**The task:**
Exactly the lines from the opening of the records through the line containing "codeRequest, displaySignInRequest, signInRequest" should be copied, with both included.

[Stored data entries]
* * * * *

import type { Caller } from '../../access/caller.ts';
import { hashOfSecret } from '../../access/secret.ts';
import { sessionCookie } from '../../access/session-cookie.ts';
import { NotSignedIn } from '../refusals.ts';
import { route, type AnyRoute } from '../route.ts';
import { invitationLookAnswer, signedInAnswer, signInAnswer } from './access-answers.ts';
import { cookieOf, isSecure, nameOf, originOf, type AccessHost } from './access-host.ts';
import { acceptRequest, codeRequest, displaySignInRequest, signInRequest } from './access-schemas.ts';

/** A display keeps its cookie for ten years: its token is what is revoked. */
const displaySeconds = 10 * 365 * 86_400;

/** Coming in and going out. */
export function signInRoutes(host: AccessHost): readonly AnyRoute[] {
  const { signIn, invitations, sessionSeconds } = host;
  return [
    route({
      method: 'POST', path: '/api/sign-in', summary: 'Signs in by name and password', needs: 'nobody', body: signInRequest, answer: signInAnswer,
      handle: async ({ body: { name, password }, request, reply }) => {
        const account = await signIn.check(name, password, originOf(request));
        const ticket = host.passkeys.ticketFor(account);
        if (ticket !== undefined) return { second: 'passkey', ticket };
        const begun = await signIn.begin(account, originOf(request), 'password');
        return reply.header('set-cookie', cookieOf(begun, request, sessionSeconds)).send({ name: begun.name });
      },
    }),
    route({
      method: 'POST', path: '/api/sign-out', summary: 'Ends this session', needs: 'nobody', answer: 'nothing',
      handle: async ({ caller, request, reply }) => {
        const { account, by } = (caller as Caller | undefined) ?? {};
        if (account !== undefined && by !== undefined) await signIn.end(account, nameOf(caller), '', (id) => id === by);
        return reply.status(204).header('set-cookie', sessionCookie('', isSecure(request), 0)).send();
      },
    }),
    route({
      method: 'POST', path: '/api/invitations/look', summary: 'What an invitation is for', needs: 'nobody', body: codeRequest, answer: invitationLookAnswer,
      handle: ({ body: { code } }) => {
        const [, { kind, grants, account, shownAs, expires }] = invitations.look(code);
        return { kind, grants, account: account === null ? null : (host.book.accounts.get(account)?.name ?? null), shownAs, expires };
      },
    }),
    route({
      method: 'POST', path: '/api/invitations/accept', summary: 'Makes an account or a new password by an invitation', needs: 'nobody', body: acceptRequest, answer: signedInAnswer,
      handle: async ({ body: { code, ...person }, request, reply }) => {
        const account = await invitations.accept(code, person);
        const begun = await signIn.begin(account, originOf(request), 'invitation');
        return reply.header('set-cookie', cookieOf(begun, request, sessionSeconds)).send({ name: begun.name });
      },
    }),
    route({
      method: 'POST', path: '/api/display/sign-in', summary: 'Signs in a screen by its token', needs: 'nobody', body: displaySignInRequest, answer: signedInAnswer,
      handle: ({ body: { token }, request, reply }) => {
        const hash = hashOfSecret(token);
        const found = host.book.displays.find((display) => display.hash === hash);
        if (found === undefined) throw new NotSignedIn('This display is not known, or was revoked.');
        return reply.header('set-cookie', sessionCookie(token, isSecure(request), displaySeconds)).send({ name: found[1].name });
      },
    }),
  ];
}
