import { makeDisplay, revokeDisplay } from '../../access/displays.ts';
import { BadRequest } from '../request-schemas.ts';
import { route, type AnyRoute } from '../route.ts';
import { displayLinkAnswer, displaysAnswer } from './access-answers.ts';
import { nameOf, type AccessHost } from './access-host.ts';
import { displayRequest, idParams } from './access-schemas.ts';

const manages = { action: 'manage-displays', at: 'plant' } as const;

/** Screens of the shop floor. */
export function displayRoutes({ book, lines }: AccessHost): readonly AnyRoute[] {
  return [
    route({
      method: 'GET', path: '/api/displays', summary: 'All displays', needs: manages, answer: displaysAnswer,
      handle: () => book.displays.entries().map(([id, { name, line, made, by, lastSeen, acting }]) => ({ id, name, line, made, by, lastSeen, acting })),
    }),
    route({
      method: 'POST', path: '/api/displays', summary: 'A link by which a screen becomes a display', needs: manages, body: displayRequest, answer: displayLinkAnswer,
      handle: async ({ body, caller }) => {
        if (body.line !== undefined && !lines().includes(body.line)) throw new BadRequest('line', `line: got ${JSON.stringify(body.line)}; expected one of ${lines().join(', ')}`);
        const { id, token } = await makeDisplay(book, nameOf(caller), body);
        return { id, link: `/display#${token}` };
      },
    }),
    route({
      method: 'DELETE', path: '/api/displays/:id', summary: 'Revokes a display at once', needs: manages, params: idParams, answer: 'nothing',
      handle: async ({ params: { id }, caller, reply }) => {
        await revokeDisplay(book, nameOf(caller), id);
        return reply.status(204).send();
      },
    }),
  ];
}
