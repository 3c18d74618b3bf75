import type { FastifyRequest } from 'fastify';
import type { Caller } from '../../access/caller.ts';
import type { DirectoryFault } from '../../../core/access/directory-fault.ts';
import { DirectoryRefusal, type Directory } from '../../access/directory.ts';
import { route, type AnyRoute } from '../route.ts';
import { cookieOf, isSecure, originOf, placeOf, type AccessHost } from './access-host.ts';

const cookieName = 'vouchline-directory';
const back = '/api/sign-in/directory/back';

/** Ties the way back to the browser that began: Lax, because the directory sends it back from another place. */
const cookie = (state: string, secure: boolean, seconds: number): string =>
  `${cookieName}=${state}; Path=/api/sign-in/directory; HttpOnly; SameSite=Lax; Max-Age=${seconds}${secure ? '; Secure' : ''}`;

const stateOf = ({ headers }: FastifyRequest): string | undefined =>
  (headers.cookie ?? '').split(';').map((part) => part.trim()).find((part) => part.startsWith(`${cookieName}=`))?.slice(cookieName.length + 1);

const sentBack = (fault: DirectoryFault): string => `/sign-in?fault=${fault}`;

/** Signing in through the plant's directory: there and back. */
export function directoryRoutes(host: AccessHost, directory: Directory): readonly AnyRoute[] {
  return [
    route({
      method: 'GET', path: '/api/sign-in/directory', summary: 'Sends the browser to the directory; who is signed in links their account', needs: 'nobody', answer: 'elsewhere',
      handle: async ({ caller, request, reply }) => {
        const asker = caller as Caller | undefined;
        const begun = await directory.begin(`${placeOf(request).origin}${back}`, asker?.kind === 'account' ? asker.account : undefined).catch((cause: unknown) => {
          request.log.warn({ err: cause }, 'the directory cannot be asked');
        });
        if (begun === undefined) return reply.redirect(sentBack('unreachable'), 302);
        const { to, state } = begun;
        return reply.header('set-cookie', cookie(state, isSecure(request), 300)).redirect(to, 302);
      },
    }),
    route({
      method: 'GET', path: back, summary: 'Where the directory sends the browser back to', needs: 'nobody', answer: 'elsewhere',
      handle: async ({ request, reply }) => {
        reply.header('set-cookie', cookie('', isSecure(request), 0));
        let account: string;
        try {
          account = await directory.finish(new URL(request.url, placeOf(request).origin), stateOf(request));
        } catch (cause) {
          return reply.redirect(sentBack(cause instanceof DirectoryRefusal ? cause.fault : 'unreachable'), 302);
        }
        const begun = await host.signIn.begin(account, originOf(request), 'directory');
        return reply.header('set-cookie', cookieOf(begun, request, host.sessionSeconds)).redirect('/', 302);
      },
    }),
  ];
}
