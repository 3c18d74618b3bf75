import { NotAllowed } from '../refusals.ts';
import { route, type AnyRoute } from '../route.ts';
import { ceremonyAnswer, passkeyMadeAnswer, passkeysAnswer, signedInAnswer } from './access-answers.ts';
import { accountOf, cookieOf, originOf, placeOf, type AccessHost } from './access-host.ts';
import { idParams, makePasskeyRequest, passkeyAnswerRequest, passkeyBeginRequest, passwordAgainRequest } from './access-schemas.ts';

const own = { action: 'keep-own-account', at: 'somewhere' } as const;

/** Passkeys: one's own, and signing in by them. */
export function passkeyRoutes(host: AccessHost): readonly AnyRoute[] {
  const { passkeys, book } = host;
  return [
    route({
      method: 'GET', path: '/api/own/passkeys', summary: 'Own passkeys', needs: own, answer: passkeysAnswer,
      handle: ({ caller }) => book.passkeysOf(accountOf(caller)).map(([id, { name, made, lastUsed }]) => ({ id, name, made, lastUsed })),
    }),
    route({
      method: 'POST', path: '/api/own/passkeys/begin', summary: 'What a device needs to make a passkey', needs: own, body: passwordAgainRequest, answer: ceremonyAnswer,
      handle: async ({ body: { password }, caller, request }) => {
        if (caller.kind !== 'account') throw new NotAllowed('Only the person signed in does this, no token and no display.');
        await host.own.again(accountOf(caller), password);
        return passkeys.beginMaking(accountOf(caller), placeOf(request));
      },
    }),
    route({
      method: 'POST', path: '/api/own/passkeys/finish', summary: 'Keeps the passkey that was made', needs: own, body: makePasskeyRequest, answer: passkeyMadeAnswer,
      handle: ({ body: { name, answer }, caller, request }) => passkeys.finishMaking(accountOf(caller), name, answer, placeOf(request)),
    }),
    route({
      method: 'DELETE', path: '/api/own/passkeys/:id', summary: 'Removes a passkey', needs: own, params: idParams, body: passwordAgainRequest, answer: 'nothing',
      handle: async ({ params: { id }, body: { password }, caller, reply }) => {
        if (caller.kind !== 'account') throw new NotAllowed('Only the person signed in does this, no token and no display.');
        await host.own.again(accountOf(caller), password);
        await passkeys.remove(accountOf(caller), id);
        return reply.status(204).send();
      },
    }),
    route({
      method: 'POST', path: '/api/sign-in/passkey/begin', summary: 'What a device needs to answer for somebody', needs: 'nobody', body: passkeyBeginRequest, answer: ceremonyAnswer,
      handle: ({ body: { ticket }, request }) => passkeys.beginSignIn(ticket, placeOf(request)),
    }),
    route({
      method: 'POST', path: '/api/sign-in/passkey/finish', summary: 'Signs in by a passkey, alone or after the password', needs: 'nobody', body: passkeyAnswerRequest, answer: signedInAnswer,
      handle: async ({ body: { ticket, answer }, request, reply }) => {
        const begun = await passkeys.finishSignIn(ticket, answer, placeOf(request), originOf(request));
        return reply.header('set-cookie', cookieOf(begun, request, host.sessionSeconds)).send({ name: begun.name });
      },
    }),
  ];
}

* * * * *

**Written solution:**
import type { Caller } from '../../access/caller.ts';
import { hashOfSecret } from '../../access/secret.ts';
import { sessionCookie } from '../../access/session-cookie.ts';
import { NotSignedIn } from '../refusals.ts';
import { route, type AnyRoute } from '../route.ts';
import { invitationLookAnswer, signedInAnswer, signInAnswer } from './access-answers.ts';
import { cookieOf, isSecure, nameOf, originOf, type AccessHost } from './access-host.ts';
import { acceptRequest, codeRequest, displaySignInRequest, signInRequest } from './access-schemas.ts';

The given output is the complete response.